Copy all the lines of the data that include the word "Wolf".

####################

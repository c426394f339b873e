/**
 * Reading a pump description from untrusted input (`{"type": "circular", "m": 1}` …) into a
 * {@link PumpSpec}. Angles in degrees, lab frame.
 */
import type { PumpSpec } from './pump'
import { PUMP_TYPES } from './pump'
import { EngineError } from './errors'
import { readArray, readInteger, readNumber, readObject, readSign, readString } from './validate'

/** Largest |orbital charge| or |explicit m| accepted. */
export const MAX_PUMP_PROJECTION = 20

/** Parse and validate a pump; throws EngineError with field paths below `field`. */
export function parsePump(value: unknown, field = 'pump'): PumpSpec {
  const o = readObject(value, field)
  const type = readString(o.type, `${field}.type`)
  const lim = MAX_PUMP_PROJECTION
  switch (type) {
    case 'circular':
      return { type, m: readSign(o.m, `${field}.m`) }
    case 'linear':
      return { type, angle: readNumber(o.angle, `${field}.angle`) }
    case 'elliptical':
      return { type }
    case 'vortex':
      return {
        type,
        spin: readSign(o.spin, `${field}.spin`),
        charge: readInteger(o.charge, `${field}.charge`, -lim, lim),
      }
    case 'radial':
    case 'azimuthal':
      return { type }
    case 'explicit': {
      const m = readArray(o.m, `${field}.m`, (v, f) => readInteger(v, f, -lim, lim), undefined, true)
      if (o.parity === undefined) return { type, m }
      const p = readObject(o.parity, `${field}.parity`)
      return {
        type,
        m,
        parity: {
          mirror: readNumber(p.mirror, `${field}.parity.mirror`),
          sign: readSign(p.sign, `${field}.parity.sign`),
        },
      }
    }
    default:
      throw new EngineError({
        code: 'UNKNOWN_PUMP_TYPE',
        field: `${field}.type`,
        value: type,
        allowed: PUMP_TYPES,
        message: `unknown pump type ${JSON.stringify(type)}; expected one of ${PUMP_TYPES.join(', ')}`,
      })
  }
}
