/**
 * Rotational-anisotropy harmonic generation at oblique incidence (docs/physics.md §6).
 *
 * Lab frame: z = the sample's outward normal, the plane of incidence is xz. The pump arrives from
 * above with k = (sin θ, 0, −cos θ); every beam has s = (0, 1, 0) and p = k × s, so the p-pump is
 * (cos θ, 0, sin θ), the reflected harmonic (k = (sin θ, 0, cos θ)) has p = (−cos θ, 0, sin θ) and
 * the transmitted one (k = (sin θ, 0, −cos θ)) p = (cos θ, 0, sin θ). A linear polarisation at
 * angle α is cos α p + sin α s (α = 0 is p, 90° is s), for the pump and the analyser alike.
 * The sample is turned by the azimuth φ about +z, counter-clockwise seen from +z:
 * χ(φ) = R(φ)·χ(0), so ê·χ(φ)⋮E…E = (R(−φ)ê)·χ(0)⋮(R(−φ)E)…, which is how it is evaluated.
 * Detected intensity (arbitrary units): I(φ) = |f·P(φ)|², P_i = χ_{ij…k} E_j … E_k.
 *
 * Optional Fresnel factors of a bare interface (ambient index 1, medium index n at the pump, N at
 * the harmonic; complex, Im ≥ 0 absorbing): the pump field inside is t_s ŝ + t_p (cos θ_t, 0, sin θ_t)
 * with the air→medium transmission coefficients, and the detected harmonic is the part of P along
 * the inside p or s vector of the outgoing wave (angle θ₂, sin θ₂ = sin θ / N) times the
 * medium→air coefficient, at the front face in reflection and at a parallel back face in transmission
 * (Born & Wolf, Principles of Optics, §1.5.2; Hecht, Optics, §4.6). Factors
 * common to both output polarisations (phase mismatch, depth) are left out; the surface term is
 * evaluated with the same inside fields.
 */
import { EngineError } from './errors'

/** A complex number [re, im]. */
export type Complex = readonly [number, number]

/** Where the harmonic is detected. */
export type Detection = 'reflection' | 'transmission'

/** The oblique-incidence geometry. Angles in degrees. */
export interface ObliqueGeometry {
  /** Angle of incidence θ in air, 0 ≤ θ < 90. */
  angleDeg: number
  detect: Detection
  /** Pump polarisation α from p toward s (0 = p, 90 = s). */
  pumpDeg: number
  /** Analyser β from p toward s (0 = p, 90 = s). */
  analyserDeg: number
  /** Complex indices at the pump (n) and at the harmonic (n2) for the Fresnel factors; absent: none. */
  fresnel?: { n: Complex; n2: Complex }
}

/** Fresnel coefficients of one beam crossing the bare interface. */
export interface FresnelCrossing {
  /** Transmission coefficients of the field amplitude (s and p). */
  ts: Complex
  tp: Complex
  /** cos and sin of the angle of the beam inside the medium (complex for an absorbing medium). */
  cosInside: Complex
  sinInside: Complex
}

/** The lab-frame pump field E (at φ = 0) and the detection vector f with I = |f·P|². */
export interface ObliqueFields {
  pump: readonly Complex[]
  detector: readonly Complex[]
}

const cmul = (a: Complex, b: Complex): Complex => [a[0] * b[0] - a[1] * b[1], a[0] * b[1] + a[1] * b[0]]
const cdiv = (a: Complex, b: Complex): Complex => {
  const d = b[0] * b[0] + b[1] * b[1]
  return [(a[0] * b[0] + a[1] * b[1]) / d, (a[1] * b[0] - a[0] * b[1]) / d]
}
const cadd = (a: Complex, b: Complex): Complex => [a[0] + b[0], a[1] + b[1]]
const csqrt = (a: Complex): Complex => {
  const r = Math.hypot(a[0], a[1])
  const re = Math.sqrt((r + a[0]) / 2)
  const im = Math.sqrt(Math.max(0, (r - a[0]) / 2))
  return [re, a[1] < 0 ? -im : im]
}
const real = (x: number): Complex => [x, 0]

/**
 * Fresnel transmission through the interface between air (index 1, angle θ) and a medium of
 * complex index n. `direction` 'in': air → medium, t_s = 2cos θ/(cos θ + n cos θ_t),
 * t_p = 2cos θ/(cos θ_t + n cos θ); 'out': medium → air for the wave that leaves at θ,
 * t_s = 2n cos θ_t/(n cos θ_t + cos θ), t_p = 2n cos θ_t/(n cos θ + cos θ_t). Snell: sin θ_t = sin θ / n;
 * the root of cos θ_t is the one with Re(n cos θ_t) ≥ 0 (a wave that decays into an absorbing medium).
 * Born & Wolf §1.5.2; Hecht §4.6 (eqs. 4.42–4.45).
 */
export function fresnelCrossing(n: Complex, angleDeg: number, direction: 'in' | 'out'): FresnelCrossing {
  if (!(n[0] > 0) || !(n[1] >= 0) || !Number.isFinite(n[0]) || !Number.isFinite(n[1]))
    throw new EngineError({
      code: 'OUT_OF_RANGE',
      field: 'fresnel',
      value: n,
      message: `the index must have Re n > 0 and Im n ≥ 0, got ${JSON.stringify(n)}`,
    })
  const a = (angleDeg * Math.PI) / 180
  const cos = real(Math.cos(a))
  const sinInside = cdiv(real(Math.sin(a)), n)
  let cosInside = csqrt(cadd(real(1), cmul([-sinInside[0], -sinInside[1]], sinInside)))
  if (cmul(n, cosInside)[0] < 0) cosInside = [-cosInside[0], -cosInside[1]]
  const nCosInside = cmul(n, cosInside)
  const nCos = cmul(n, cos)
  if (direction === 'in') {
    const two = real(2 * cos[0])
    return { ts: cdiv(two, cadd(cos, nCosInside)), tp: cdiv(two, cadd(cosInside, nCos)), cosInside, sinInside }
  }
  const two: Complex = [2 * nCosInside[0], 2 * nCosInside[1]]
  return { ts: cdiv(two, cadd(nCosInside, cos)), tp: cdiv(two, cadd(nCos, cosInside)), cosInside, sinInside }
}

/** Pump field and detection vector of a geometry (lab frame, sample at φ = 0). */
export function obliqueFields(g: ObliqueGeometry): ObliqueFields {
  if (!Number.isFinite(g.angleDeg) || g.angleDeg < 0 || g.angleDeg >= 90)
    throw new EngineError({
      code: 'OUT_OF_RANGE',
      field: 'incidence.angleDeg',
      value: g.angleDeg,
      allowed: '0 ≤ θ < 90',
      message: `the angle of incidence must be from 0 up to below 90 degrees, got ${JSON.stringify(g.angleDeg)}`,
    })
  const th = (g.angleDeg * Math.PI) / 180
  const al = (g.pumpDeg * Math.PI) / 180
  const be = (g.analyserDeg * Math.PI) / 180
  let ts: Complex = real(1),
    tp: Complex = real(1),
    c: Complex = real(Math.cos(th)),
    s: Complex = real(Math.sin(th))
  let Ts: Complex = real(1),
    Tp: Complex = real(1),
    C: Complex = c,
    S: Complex = s
  if (g.fresnel) {
    const pin = fresnelCrossing(g.fresnel.n, g.angleDeg, 'in')
    const out = fresnelCrossing(g.fresnel.n2, g.angleDeg, 'out')
    ;({ ts, tp } = pin)
    c = pin.cosInside
    s = pin.sinInside
    ;({ ts: Ts, tp: Tp } = out)
    C = out.cosInside
    S = out.sinInside
  }
  const ca = real(Math.cos(al)),
    sa = real(Math.sin(al))
  const pa = cmul(ca, tp)
  // p = k × s: (cos θ, 0, sin θ) for the downgoing pump and transmitted harmonic, (−cos θ, 0, sin θ) for the reflected
  // one.
  const pump: Complex[] = [cmul(pa, c), cmul(sa, ts), cmul(pa, s)]
  const cb = real(Math.cos(be)),
    sb = real(Math.sin(be))
  const pb = cmul(cb, Tp)
  const sign = g.detect === 'reflection' ? -1 : 1
  const px = cmul(pb, C)
  const detector: Complex[] = [[sign * px[0], sign * px[1]], cmul(sb, Ts), cmul(pb, S)]
  return { pump, detector }
}

/** f·χ⋮E…E for a real tensor of rank `rank` and complex 3-vectors (N = rank − 1 copies of E). */
function contract(t: Float64Array, rank: number, f: readonly Complex[], e: readonly Complex[]): Complex {
  // Contract the last index with E repeatedly, then the first with f.
  let re = Float64Array.from(t)
  let im = new Float64Array(t.length)
  for (let r = rank; r > 1; r--) {
    const n = re.length / 3
    const nre = new Float64Array(n),
      nim = new Float64Array(n)
    for (let i = 0; i < n; i++) {
      let a = 0,
        b = 0
      for (let k = 0; k < 3; k++) {
        const xr = re[3 * i + k],
          xi = im[3 * i + k]
        a += xr * e[k][0] - xi * e[k][1]
        b += xr * e[k][1] + xi * e[k][0]
      }
      nre[i] = a
      nim[i] = b
    }
    re = nre
    im = nim
  }
  let a = 0,
    b = 0
  for (let i = 0; i < 3; i++) {
    a += re[i] * f[i][0] - im[i] * f[i][1]
    b += re[i] * f[i][1] + im[i] * f[i][0]
  }
  return [a, b]
}

/** R(−φ)v for a complex 3-vector: the lab vector seen in the frame of the sample turned by φ. */
function unrotate(v: readonly Complex[], phi: number): Complex[] {
  const c = Math.cos(phi),
    s = Math.sin(phi)
  return [
    [c * v[0][0] + s * v[1][0], c * v[0][1] + s * v[1][1]],
    [-s * v[0][0] + c * v[1][0], -s * v[0][1] + c * v[1][1]],
    v[2],
  ]
}

function checkTensor(t: Float64Array): number {
  let rank = 0
  for (let n = t.length; n > 1 && n % 3 === 0; n /= 3) rank++
  if (3 ** rank !== t.length || rank < 3 || rank > 6)
    throw new EngineError({
      code: 'UNSUPPORTED',
      field: 'tensor',
      value: t.length,
      allowed: [27, 81, 243, 729],
      message: 'the polar pattern needs a χ(N) tensor of rank 3 to 6 (3^(N+1) components)',
    })
  return rank
}

/**
 * Raw detected intensity I(φ) = |f·χ(φ)⋮E…E|² (arbitrary units, the square of the tensor's) of a
 * lab-frame χ(N) (flat, 3^(N+1) components, at φ = 0) at each azimuth (degrees).
 */
export function predictObliquePattern(
  chiLab: Float64Array,
  geometry: ObliqueGeometry,
  azimuthsDeg: readonly number[],
): number[] {
  const rank = checkTensor(chiLab)
  const { pump, detector } = obliqueFields(geometry)
  return azimuthsDeg.map((deg) => {
    const phi = (deg * Math.PI) / 180
    const [a, b] = contract(chiLab, rank, unrotate(detector, phi), unrotate(pump, phi))
    return a * a + b * b
  })
}

/** Samples per turn used for the Fourier analysis: I(φ) of χ(N) has orders ≤ 2(N + 1) ≤ 12. */
export const FOURIER_SAMPLES = 64

/**
 * Amplitudes A_k (k = 0 … FOURIER_SAMPLES/2 − 1) of I(φ) = A₀ + Σ A_k cos(kφ − δ_k), from
 * {@link FOURIER_SAMPLES} equally spaced samples (exact for a trigonometric polynomial of degree < 32).
 */
export function fourierAmplitudes(samples: readonly number[]): number[] {
  const M = samples.length
  const out: number[] = []
  for (let k = 0; k < M / 2; k++) {
    let a = 0,
      b = 0
    for (let j = 0; j < M; j++) {
      const x = (2 * Math.PI * k * j) / M
      a += samples[j] * Math.cos(x)
      b += samples[j] * Math.sin(x)
    }
    const mod = Math.hypot(a, b) / M
    out.push(k === 0 ? mod : 2 * mod)
  }
  return out
}

/** The Fourier orders whose amplitude exceeds `relative` times the largest (none for an all-zero list). */
export function significantOrders(amplitudes: readonly number[], relative = 1e-9): number[] {
  const max = Math.max(0, ...amplitudes)
  if (!(max > 0)) return []
  return amplitudes.flatMap((a, k) => (a > relative * max ? [k] : []))
}

/** Squared Frobenius norm of a tensor (the scale that "zero" intensity is judged against). */
export function tensorScale(t: Float64Array): number {
  let s = 0
  let big = 0
  for (const v of t) big = Math.max(big, Math.abs(v))
  if (big === 0) return 0
  for (const v of t) s += (v / big) ** 2
  return s * big * big
}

####################

Solution to this exercise:
 * (Born & Wolf, Principles of Optics, §1.5.2; Hecht, Optics, §4.6). Factors
 * Born & Wolf §1.5.2; Hecht §4.6 (eqs. 4.42–4.45).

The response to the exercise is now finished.